EXERCISE BRIEF — Only lines with the string "weightRe" should be returned from the data below.

•••••

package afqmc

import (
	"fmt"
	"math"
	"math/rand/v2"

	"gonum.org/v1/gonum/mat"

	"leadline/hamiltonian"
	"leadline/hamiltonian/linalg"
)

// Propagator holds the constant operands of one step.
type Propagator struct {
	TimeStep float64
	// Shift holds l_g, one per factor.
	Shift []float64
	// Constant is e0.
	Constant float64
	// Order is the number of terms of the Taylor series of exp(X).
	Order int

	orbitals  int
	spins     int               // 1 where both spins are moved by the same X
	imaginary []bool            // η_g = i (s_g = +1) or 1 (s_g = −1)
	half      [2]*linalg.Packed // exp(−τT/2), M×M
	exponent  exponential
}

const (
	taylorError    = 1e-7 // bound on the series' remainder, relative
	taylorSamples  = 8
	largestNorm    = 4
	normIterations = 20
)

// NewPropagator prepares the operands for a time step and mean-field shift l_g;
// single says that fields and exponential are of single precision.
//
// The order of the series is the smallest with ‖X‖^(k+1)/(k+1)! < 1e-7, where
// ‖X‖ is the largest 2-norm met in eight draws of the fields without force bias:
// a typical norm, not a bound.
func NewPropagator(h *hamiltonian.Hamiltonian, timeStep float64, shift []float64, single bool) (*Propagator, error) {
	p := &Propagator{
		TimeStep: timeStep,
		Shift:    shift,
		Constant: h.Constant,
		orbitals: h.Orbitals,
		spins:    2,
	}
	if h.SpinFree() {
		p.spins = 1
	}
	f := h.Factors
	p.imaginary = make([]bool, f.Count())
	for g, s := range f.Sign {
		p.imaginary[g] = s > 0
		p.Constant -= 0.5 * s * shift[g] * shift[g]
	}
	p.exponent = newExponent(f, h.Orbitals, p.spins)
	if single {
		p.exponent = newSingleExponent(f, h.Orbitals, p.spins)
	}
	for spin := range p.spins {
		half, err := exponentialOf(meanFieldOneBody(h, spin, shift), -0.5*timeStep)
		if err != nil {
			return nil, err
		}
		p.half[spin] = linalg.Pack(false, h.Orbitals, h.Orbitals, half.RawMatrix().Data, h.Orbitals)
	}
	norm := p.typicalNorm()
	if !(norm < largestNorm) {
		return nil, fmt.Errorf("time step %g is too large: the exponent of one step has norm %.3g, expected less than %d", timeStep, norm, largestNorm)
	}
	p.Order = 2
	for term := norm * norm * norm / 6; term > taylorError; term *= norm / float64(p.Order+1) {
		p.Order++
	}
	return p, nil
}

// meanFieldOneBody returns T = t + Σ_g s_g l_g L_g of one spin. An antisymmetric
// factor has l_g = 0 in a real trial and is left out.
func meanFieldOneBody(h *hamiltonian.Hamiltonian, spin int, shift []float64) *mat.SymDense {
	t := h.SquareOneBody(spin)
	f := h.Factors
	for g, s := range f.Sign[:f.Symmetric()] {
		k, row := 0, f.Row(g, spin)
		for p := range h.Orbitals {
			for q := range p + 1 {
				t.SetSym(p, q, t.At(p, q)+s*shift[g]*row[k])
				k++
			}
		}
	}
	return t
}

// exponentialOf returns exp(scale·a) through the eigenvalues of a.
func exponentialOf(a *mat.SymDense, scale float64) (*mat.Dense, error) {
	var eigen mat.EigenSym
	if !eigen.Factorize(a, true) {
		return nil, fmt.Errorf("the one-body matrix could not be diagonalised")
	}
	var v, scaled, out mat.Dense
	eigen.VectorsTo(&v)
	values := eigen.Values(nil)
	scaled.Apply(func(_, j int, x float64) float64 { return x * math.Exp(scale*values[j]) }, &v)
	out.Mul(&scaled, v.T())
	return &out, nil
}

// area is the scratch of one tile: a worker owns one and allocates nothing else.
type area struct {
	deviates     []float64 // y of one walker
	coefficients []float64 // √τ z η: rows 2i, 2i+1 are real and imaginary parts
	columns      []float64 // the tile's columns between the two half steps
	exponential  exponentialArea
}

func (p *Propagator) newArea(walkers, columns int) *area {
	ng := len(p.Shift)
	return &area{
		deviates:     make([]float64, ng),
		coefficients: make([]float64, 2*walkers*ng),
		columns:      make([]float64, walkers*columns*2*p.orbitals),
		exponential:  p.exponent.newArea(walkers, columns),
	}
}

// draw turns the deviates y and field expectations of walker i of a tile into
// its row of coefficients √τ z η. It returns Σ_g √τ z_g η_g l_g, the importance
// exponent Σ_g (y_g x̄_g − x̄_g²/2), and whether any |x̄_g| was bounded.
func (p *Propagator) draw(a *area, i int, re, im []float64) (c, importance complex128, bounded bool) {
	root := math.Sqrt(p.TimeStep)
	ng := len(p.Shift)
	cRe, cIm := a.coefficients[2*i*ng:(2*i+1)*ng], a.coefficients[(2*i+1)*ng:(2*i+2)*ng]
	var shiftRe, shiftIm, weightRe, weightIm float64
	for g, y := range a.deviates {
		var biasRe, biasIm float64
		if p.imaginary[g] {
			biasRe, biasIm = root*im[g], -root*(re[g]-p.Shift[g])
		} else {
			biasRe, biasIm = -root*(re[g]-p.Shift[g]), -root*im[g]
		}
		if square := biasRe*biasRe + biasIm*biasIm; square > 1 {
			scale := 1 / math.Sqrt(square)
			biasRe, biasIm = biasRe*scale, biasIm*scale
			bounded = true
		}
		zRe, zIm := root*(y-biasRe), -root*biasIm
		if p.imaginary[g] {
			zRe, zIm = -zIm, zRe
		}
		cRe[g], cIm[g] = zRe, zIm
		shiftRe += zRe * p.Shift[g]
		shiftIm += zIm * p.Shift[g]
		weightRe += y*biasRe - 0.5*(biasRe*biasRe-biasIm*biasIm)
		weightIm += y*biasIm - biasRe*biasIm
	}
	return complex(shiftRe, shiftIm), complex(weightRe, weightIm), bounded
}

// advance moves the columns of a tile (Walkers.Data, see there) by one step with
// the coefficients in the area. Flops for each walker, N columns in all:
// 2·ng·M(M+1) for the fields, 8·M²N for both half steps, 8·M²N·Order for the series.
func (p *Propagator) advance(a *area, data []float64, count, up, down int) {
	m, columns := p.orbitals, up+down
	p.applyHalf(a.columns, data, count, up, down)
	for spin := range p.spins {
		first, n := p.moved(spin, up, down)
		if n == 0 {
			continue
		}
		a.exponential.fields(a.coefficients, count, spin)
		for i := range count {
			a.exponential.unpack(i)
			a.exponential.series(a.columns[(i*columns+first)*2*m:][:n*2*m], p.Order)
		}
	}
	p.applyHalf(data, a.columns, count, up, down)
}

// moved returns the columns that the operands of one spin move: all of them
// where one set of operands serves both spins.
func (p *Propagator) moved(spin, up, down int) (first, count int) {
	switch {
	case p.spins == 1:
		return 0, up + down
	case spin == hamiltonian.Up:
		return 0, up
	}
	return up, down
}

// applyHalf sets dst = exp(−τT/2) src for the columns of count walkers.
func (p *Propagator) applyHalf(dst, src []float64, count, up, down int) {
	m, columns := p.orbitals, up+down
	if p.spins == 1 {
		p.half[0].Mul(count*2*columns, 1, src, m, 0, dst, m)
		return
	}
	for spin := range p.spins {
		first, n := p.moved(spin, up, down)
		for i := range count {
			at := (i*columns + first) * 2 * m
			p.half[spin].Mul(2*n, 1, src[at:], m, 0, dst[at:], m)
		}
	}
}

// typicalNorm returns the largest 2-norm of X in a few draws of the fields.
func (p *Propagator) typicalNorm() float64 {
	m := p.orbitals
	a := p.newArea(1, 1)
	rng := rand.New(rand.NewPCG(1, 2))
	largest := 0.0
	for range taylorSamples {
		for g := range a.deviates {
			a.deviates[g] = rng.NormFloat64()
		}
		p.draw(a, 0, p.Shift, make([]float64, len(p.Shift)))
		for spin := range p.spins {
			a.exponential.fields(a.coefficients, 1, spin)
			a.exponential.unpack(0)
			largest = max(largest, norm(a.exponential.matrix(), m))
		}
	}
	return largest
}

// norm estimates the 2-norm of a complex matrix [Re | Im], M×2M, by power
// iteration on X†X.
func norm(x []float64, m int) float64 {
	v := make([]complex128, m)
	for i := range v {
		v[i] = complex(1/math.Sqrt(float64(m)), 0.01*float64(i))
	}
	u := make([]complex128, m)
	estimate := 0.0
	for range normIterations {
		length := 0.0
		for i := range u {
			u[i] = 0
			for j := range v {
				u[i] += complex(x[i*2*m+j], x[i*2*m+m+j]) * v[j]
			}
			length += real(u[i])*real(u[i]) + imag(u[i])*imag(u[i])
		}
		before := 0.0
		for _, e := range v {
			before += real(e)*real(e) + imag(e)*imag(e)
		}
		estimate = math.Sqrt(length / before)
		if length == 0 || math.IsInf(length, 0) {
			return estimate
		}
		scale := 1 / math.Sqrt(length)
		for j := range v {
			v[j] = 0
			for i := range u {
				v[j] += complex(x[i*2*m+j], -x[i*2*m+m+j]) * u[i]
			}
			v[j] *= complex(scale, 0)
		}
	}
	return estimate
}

•••••

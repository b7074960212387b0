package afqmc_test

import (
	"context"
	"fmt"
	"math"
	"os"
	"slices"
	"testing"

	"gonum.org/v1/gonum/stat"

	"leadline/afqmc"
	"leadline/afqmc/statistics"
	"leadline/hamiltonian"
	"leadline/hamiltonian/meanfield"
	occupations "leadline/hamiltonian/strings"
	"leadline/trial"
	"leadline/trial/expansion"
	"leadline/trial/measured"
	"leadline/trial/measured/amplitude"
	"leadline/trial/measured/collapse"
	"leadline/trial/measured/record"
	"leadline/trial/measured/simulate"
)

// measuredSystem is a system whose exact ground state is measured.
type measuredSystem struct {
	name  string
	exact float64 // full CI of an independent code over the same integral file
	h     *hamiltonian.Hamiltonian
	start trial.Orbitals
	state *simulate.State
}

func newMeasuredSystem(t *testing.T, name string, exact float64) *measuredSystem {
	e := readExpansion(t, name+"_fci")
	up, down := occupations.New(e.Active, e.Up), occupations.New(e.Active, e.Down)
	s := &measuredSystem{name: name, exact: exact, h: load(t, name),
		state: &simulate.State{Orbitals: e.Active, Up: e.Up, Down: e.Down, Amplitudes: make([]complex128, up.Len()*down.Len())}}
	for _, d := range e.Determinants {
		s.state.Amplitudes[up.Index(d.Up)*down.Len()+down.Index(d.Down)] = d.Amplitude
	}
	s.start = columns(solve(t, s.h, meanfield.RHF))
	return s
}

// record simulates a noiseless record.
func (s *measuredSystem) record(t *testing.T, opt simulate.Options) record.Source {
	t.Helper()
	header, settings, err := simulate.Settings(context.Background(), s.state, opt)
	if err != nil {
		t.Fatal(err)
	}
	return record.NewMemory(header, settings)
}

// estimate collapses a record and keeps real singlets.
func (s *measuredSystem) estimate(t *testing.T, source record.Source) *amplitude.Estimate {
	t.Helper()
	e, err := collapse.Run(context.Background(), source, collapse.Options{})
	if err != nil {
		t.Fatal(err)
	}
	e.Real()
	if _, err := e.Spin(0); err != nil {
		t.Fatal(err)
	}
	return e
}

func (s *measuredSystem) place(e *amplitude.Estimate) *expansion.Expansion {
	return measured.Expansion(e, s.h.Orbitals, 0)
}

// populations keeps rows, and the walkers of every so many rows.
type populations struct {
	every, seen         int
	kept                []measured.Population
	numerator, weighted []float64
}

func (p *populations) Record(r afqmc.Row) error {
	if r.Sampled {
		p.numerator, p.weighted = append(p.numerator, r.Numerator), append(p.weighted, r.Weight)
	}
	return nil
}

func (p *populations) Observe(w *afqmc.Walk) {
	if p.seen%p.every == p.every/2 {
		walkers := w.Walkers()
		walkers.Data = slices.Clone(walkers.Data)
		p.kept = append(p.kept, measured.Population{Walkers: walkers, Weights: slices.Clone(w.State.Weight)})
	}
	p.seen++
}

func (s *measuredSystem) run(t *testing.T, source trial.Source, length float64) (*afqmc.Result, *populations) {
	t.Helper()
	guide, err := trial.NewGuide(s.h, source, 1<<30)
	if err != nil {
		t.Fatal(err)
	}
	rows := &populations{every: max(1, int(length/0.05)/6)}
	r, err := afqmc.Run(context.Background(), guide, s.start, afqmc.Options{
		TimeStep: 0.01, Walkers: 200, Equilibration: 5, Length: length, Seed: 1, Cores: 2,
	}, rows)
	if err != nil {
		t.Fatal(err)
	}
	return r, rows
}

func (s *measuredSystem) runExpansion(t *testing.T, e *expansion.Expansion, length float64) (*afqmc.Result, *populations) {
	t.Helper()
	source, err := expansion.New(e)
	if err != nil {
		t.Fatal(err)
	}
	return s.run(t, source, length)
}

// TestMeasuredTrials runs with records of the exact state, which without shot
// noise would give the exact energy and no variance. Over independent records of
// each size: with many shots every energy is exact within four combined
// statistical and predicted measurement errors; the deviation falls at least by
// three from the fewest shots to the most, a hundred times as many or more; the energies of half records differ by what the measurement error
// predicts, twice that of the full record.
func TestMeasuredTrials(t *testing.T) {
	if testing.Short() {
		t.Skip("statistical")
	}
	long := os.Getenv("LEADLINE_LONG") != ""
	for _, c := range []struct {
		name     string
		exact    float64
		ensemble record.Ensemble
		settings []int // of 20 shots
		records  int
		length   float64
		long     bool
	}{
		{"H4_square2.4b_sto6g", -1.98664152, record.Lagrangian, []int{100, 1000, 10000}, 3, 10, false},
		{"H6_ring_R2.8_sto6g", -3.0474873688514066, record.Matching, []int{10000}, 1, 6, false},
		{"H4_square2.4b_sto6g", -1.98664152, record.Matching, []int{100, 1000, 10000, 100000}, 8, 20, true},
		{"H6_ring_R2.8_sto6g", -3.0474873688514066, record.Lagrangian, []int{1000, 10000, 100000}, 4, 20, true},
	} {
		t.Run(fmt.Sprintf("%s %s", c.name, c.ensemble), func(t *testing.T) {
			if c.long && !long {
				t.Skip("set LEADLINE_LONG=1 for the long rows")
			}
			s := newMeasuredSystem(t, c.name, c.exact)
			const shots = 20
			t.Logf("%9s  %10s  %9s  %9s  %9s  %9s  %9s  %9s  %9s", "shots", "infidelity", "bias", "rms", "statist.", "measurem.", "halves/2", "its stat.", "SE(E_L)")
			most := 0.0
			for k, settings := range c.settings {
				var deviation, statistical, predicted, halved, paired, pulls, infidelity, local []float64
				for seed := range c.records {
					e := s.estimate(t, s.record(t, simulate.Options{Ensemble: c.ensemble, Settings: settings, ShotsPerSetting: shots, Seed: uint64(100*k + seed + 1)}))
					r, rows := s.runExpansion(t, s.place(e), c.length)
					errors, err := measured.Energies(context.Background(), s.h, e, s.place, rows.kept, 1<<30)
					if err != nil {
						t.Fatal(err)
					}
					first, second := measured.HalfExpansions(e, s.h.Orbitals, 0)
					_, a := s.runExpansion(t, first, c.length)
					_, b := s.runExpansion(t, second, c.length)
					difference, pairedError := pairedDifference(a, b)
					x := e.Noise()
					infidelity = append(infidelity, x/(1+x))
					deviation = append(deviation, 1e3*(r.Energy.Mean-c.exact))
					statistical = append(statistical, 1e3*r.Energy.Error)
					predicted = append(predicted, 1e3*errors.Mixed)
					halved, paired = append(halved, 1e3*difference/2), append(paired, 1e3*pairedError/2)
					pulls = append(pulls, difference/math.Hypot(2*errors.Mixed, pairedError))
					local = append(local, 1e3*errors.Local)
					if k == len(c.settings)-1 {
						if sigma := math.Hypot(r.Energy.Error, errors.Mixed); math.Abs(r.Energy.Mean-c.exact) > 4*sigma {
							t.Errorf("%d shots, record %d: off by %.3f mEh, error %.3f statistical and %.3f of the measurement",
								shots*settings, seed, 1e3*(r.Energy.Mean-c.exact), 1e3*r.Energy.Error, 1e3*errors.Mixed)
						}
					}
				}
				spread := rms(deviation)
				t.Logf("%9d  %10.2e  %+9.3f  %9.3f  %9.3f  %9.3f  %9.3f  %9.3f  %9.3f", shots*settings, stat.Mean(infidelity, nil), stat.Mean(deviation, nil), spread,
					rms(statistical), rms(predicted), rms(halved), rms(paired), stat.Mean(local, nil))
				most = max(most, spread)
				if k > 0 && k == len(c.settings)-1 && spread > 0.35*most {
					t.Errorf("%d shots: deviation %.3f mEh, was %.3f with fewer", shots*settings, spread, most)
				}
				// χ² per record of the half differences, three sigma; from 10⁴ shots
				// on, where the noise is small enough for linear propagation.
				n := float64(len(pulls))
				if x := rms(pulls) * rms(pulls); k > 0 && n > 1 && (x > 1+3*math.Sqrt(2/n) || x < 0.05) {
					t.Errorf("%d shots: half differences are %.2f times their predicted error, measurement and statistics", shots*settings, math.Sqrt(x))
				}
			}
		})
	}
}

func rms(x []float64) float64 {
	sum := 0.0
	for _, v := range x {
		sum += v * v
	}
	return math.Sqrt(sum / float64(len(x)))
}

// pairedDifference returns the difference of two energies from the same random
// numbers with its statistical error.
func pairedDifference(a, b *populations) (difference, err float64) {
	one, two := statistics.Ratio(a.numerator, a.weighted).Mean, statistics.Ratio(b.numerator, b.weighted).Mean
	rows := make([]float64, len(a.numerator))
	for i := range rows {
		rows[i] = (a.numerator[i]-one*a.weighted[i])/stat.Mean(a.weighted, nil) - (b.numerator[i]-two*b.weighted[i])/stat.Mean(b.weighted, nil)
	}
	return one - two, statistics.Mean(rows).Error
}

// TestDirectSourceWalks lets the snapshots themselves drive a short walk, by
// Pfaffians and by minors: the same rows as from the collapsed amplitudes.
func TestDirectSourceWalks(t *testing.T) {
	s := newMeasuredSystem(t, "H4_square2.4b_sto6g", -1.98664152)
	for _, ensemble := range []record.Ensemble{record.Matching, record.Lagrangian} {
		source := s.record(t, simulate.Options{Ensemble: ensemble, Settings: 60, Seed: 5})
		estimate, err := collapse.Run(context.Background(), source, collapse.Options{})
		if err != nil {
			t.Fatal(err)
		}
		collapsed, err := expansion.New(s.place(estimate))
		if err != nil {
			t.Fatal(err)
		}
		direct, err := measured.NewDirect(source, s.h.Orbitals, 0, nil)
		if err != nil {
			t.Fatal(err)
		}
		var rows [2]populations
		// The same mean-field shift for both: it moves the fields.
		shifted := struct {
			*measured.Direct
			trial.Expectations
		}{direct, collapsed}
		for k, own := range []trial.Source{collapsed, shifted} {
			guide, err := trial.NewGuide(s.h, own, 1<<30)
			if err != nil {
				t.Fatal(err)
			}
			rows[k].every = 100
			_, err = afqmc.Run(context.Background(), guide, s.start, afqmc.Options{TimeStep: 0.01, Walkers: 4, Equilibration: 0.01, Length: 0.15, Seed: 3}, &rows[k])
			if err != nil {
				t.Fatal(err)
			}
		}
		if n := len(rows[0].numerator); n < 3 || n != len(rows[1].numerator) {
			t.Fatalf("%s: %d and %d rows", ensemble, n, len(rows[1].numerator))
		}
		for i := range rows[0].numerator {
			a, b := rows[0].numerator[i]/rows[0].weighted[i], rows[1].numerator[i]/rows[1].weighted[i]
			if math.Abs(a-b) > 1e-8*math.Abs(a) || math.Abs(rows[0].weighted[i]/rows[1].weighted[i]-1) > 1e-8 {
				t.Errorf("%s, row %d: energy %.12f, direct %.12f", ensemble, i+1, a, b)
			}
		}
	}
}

•••••

EXERCISE OUTPUT —
	var shiftRe, shiftIm, weightRe, weightIm float64
		weightRe += y*biasRe - 0.5*(biasRe*biasRe-biasIm*biasIm)
	return complex(shiftRe, shiftIm), complex(weightRe, weightIm), bounded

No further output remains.